WORK INSTRUCTION
Return the whole of the data exactly.

TASK INPUTS

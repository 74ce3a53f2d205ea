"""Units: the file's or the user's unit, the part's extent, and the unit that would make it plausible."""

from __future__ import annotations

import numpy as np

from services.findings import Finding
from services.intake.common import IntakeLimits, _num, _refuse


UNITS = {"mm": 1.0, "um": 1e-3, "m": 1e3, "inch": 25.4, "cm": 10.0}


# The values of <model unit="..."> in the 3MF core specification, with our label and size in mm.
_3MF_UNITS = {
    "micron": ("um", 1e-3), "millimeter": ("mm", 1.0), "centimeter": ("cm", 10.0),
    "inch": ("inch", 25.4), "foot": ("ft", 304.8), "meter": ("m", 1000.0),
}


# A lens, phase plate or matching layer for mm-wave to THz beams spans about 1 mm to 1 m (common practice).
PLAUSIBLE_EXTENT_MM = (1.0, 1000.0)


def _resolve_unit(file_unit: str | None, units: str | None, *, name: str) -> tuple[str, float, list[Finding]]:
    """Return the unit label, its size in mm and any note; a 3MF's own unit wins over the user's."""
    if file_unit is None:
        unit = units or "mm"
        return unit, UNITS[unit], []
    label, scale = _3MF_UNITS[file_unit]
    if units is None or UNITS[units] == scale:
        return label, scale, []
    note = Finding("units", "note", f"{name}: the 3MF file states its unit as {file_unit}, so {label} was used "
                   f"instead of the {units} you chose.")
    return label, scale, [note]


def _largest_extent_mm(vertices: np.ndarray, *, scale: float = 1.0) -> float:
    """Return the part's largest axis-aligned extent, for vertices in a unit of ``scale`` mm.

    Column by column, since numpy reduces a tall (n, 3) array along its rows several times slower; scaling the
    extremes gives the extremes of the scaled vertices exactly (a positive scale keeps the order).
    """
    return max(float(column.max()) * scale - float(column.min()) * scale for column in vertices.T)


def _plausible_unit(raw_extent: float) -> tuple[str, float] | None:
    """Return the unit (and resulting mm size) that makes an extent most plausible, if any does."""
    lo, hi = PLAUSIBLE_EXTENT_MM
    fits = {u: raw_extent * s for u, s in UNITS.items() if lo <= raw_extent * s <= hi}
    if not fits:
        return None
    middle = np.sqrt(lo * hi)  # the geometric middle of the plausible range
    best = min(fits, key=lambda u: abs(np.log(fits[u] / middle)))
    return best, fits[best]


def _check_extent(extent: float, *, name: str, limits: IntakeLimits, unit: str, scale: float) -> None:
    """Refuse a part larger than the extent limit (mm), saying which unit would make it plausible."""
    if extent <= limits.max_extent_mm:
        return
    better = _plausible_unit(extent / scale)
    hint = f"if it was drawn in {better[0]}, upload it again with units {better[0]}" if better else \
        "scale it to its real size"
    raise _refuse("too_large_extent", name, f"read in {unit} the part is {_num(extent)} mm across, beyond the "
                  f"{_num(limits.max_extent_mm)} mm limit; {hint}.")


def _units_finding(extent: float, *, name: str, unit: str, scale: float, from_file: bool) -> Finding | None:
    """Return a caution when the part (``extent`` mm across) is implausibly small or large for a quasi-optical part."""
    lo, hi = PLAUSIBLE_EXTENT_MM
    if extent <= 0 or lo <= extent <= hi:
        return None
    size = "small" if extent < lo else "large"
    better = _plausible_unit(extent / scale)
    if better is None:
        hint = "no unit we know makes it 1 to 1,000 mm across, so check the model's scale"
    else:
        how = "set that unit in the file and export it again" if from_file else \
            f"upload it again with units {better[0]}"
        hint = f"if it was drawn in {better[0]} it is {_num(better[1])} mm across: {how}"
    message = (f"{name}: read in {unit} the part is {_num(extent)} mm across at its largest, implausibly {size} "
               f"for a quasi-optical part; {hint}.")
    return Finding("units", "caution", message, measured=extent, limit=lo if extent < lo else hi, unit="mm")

RESULT
repository 74ce3a53f2d205ea
"""Units: the file's or the user's unit, the part's extent, and the unit that would make it plausible."""

from __future__ import annotations

import numpy as np

from services.findings import Finding
from services.intake.common import IntakeLimits, _num, _refuse


UNITS = {"mm": 1.0, "um": 1e-3, "m": 1e3, "inch": 25.4, "cm": 10.0}


# The values of <model unit="..."> in the 3MF core specification, with our label and size in mm.
_3MF_UNITS = {
    "micron": ("um", 1e-3), "millimeter": ("mm", 1.0), "centimeter": ("cm", 10.0),
    "inch": ("inch", 25.4), "foot": ("ft", 304.8), "meter": ("m", 1000.0),
}


# A lens, phase plate or matching layer for mm-wave to THz beams spans about 1 mm to 1 m (common practice).
PLAUSIBLE_EXTENT_MM = (1.0, 1000.0)


def _resolve_unit(file_unit: str | None, units: str | None, *, name: str) -> tuple[str, float, list[Finding]]:
    """Return the unit label, its size in mm and any note; a 3MF's own unit wins over the user's."""
    if file_unit is None:
        unit = units or "mm"
        return unit, UNITS[unit], []
    label, scale = _3MF_UNITS[file_unit]
    if units is None or UNITS[units] == scale:
        return label, scale, []
    note = Finding("units", "note", f"{name}: the 3MF file states its unit as {file_unit}, so {label} was used "
                   f"instead of the {units} you chose.")
    return label, scale, [note]


def _largest_extent_mm(vertices: np.ndarray, *, scale: float = 1.0) -> float:
    """Return the part's largest axis-aligned extent, for vertices in a unit of ``scale`` mm.

    Column by column, since numpy reduces a tall (n, 3) array along its rows several times slower; scaling the
    extremes gives the extremes of the scaled vertices exactly (a positive scale keeps the order).
    """
    return max(float(column.max()) * scale - float(column.min()) * scale for column in vertices.T)


def _plausible_unit(raw_extent: float) -> tuple[str, float] | None:
    """Return the unit (and resulting mm size) that makes an extent most plausible, if any does."""
    lo, hi = PLAUSIBLE_EXTENT_MM
    fits = {u: raw_extent * s for u, s in UNITS.items() if lo <= raw_extent * s <= hi}
    if not fits:
        return None
    middle = np.sqrt(lo * hi)  # the geometric middle of the plausible range
    best = min(fits, key=lambda u: abs(np.log(fits[u] / middle)))
    return best, fits[best]


def _check_extent(extent: float, *, name: str, limits: IntakeLimits, unit: str, scale: float) -> None:
    """Refuse a part larger than the extent limit (mm), saying which unit would make it plausible."""
    if extent <= limits.max_extent_mm:
        return
    better = _plausible_unit(extent / scale)
    hint = f"if it was drawn in {better[0]}, upload it again with units {better[0]}" if better else \
        "scale it to its real size"
    raise _refuse("too_large_extent", name, f"read in {unit} the part is {_num(extent)} mm across, beyond the "
                  f"{_num(limits.max_extent_mm)} mm limit; {hint}.")


def _units_finding(extent: float, *, name: str, unit: str, scale: float, from_file: bool) -> Finding | None:
    """Return a caution when the part (``extent`` mm across) is implausibly small or large for a quasi-optical part."""
    lo, hi = PLAUSIBLE_EXTENT_MM
    if extent <= 0 or lo <= extent <= hi:
        return None
    size = "small" if extent < lo else "large"
    better = _plausible_unit(extent / scale)
    if better is None:
        hint = "no unit we know makes it 1 to 1,000 mm across, so check the model's scale"
    else:
        how = "set that unit in the file and export it again" if from_file else \
            f"upload it again with units {better[0]}"
        hint = f"if it was drawn in {better[0]} it is {_num(better[1])} mm across: {how}"
    message = (f"{name}: read in {unit} the part is {_num(extent)} mm across at its largest, implausibly {size} "
               f"for a quasi-optical part; {hint}.")
    return Finding("units", "caution", message, measured=extent, limit=lo if extent < lo else hi, unit="mm")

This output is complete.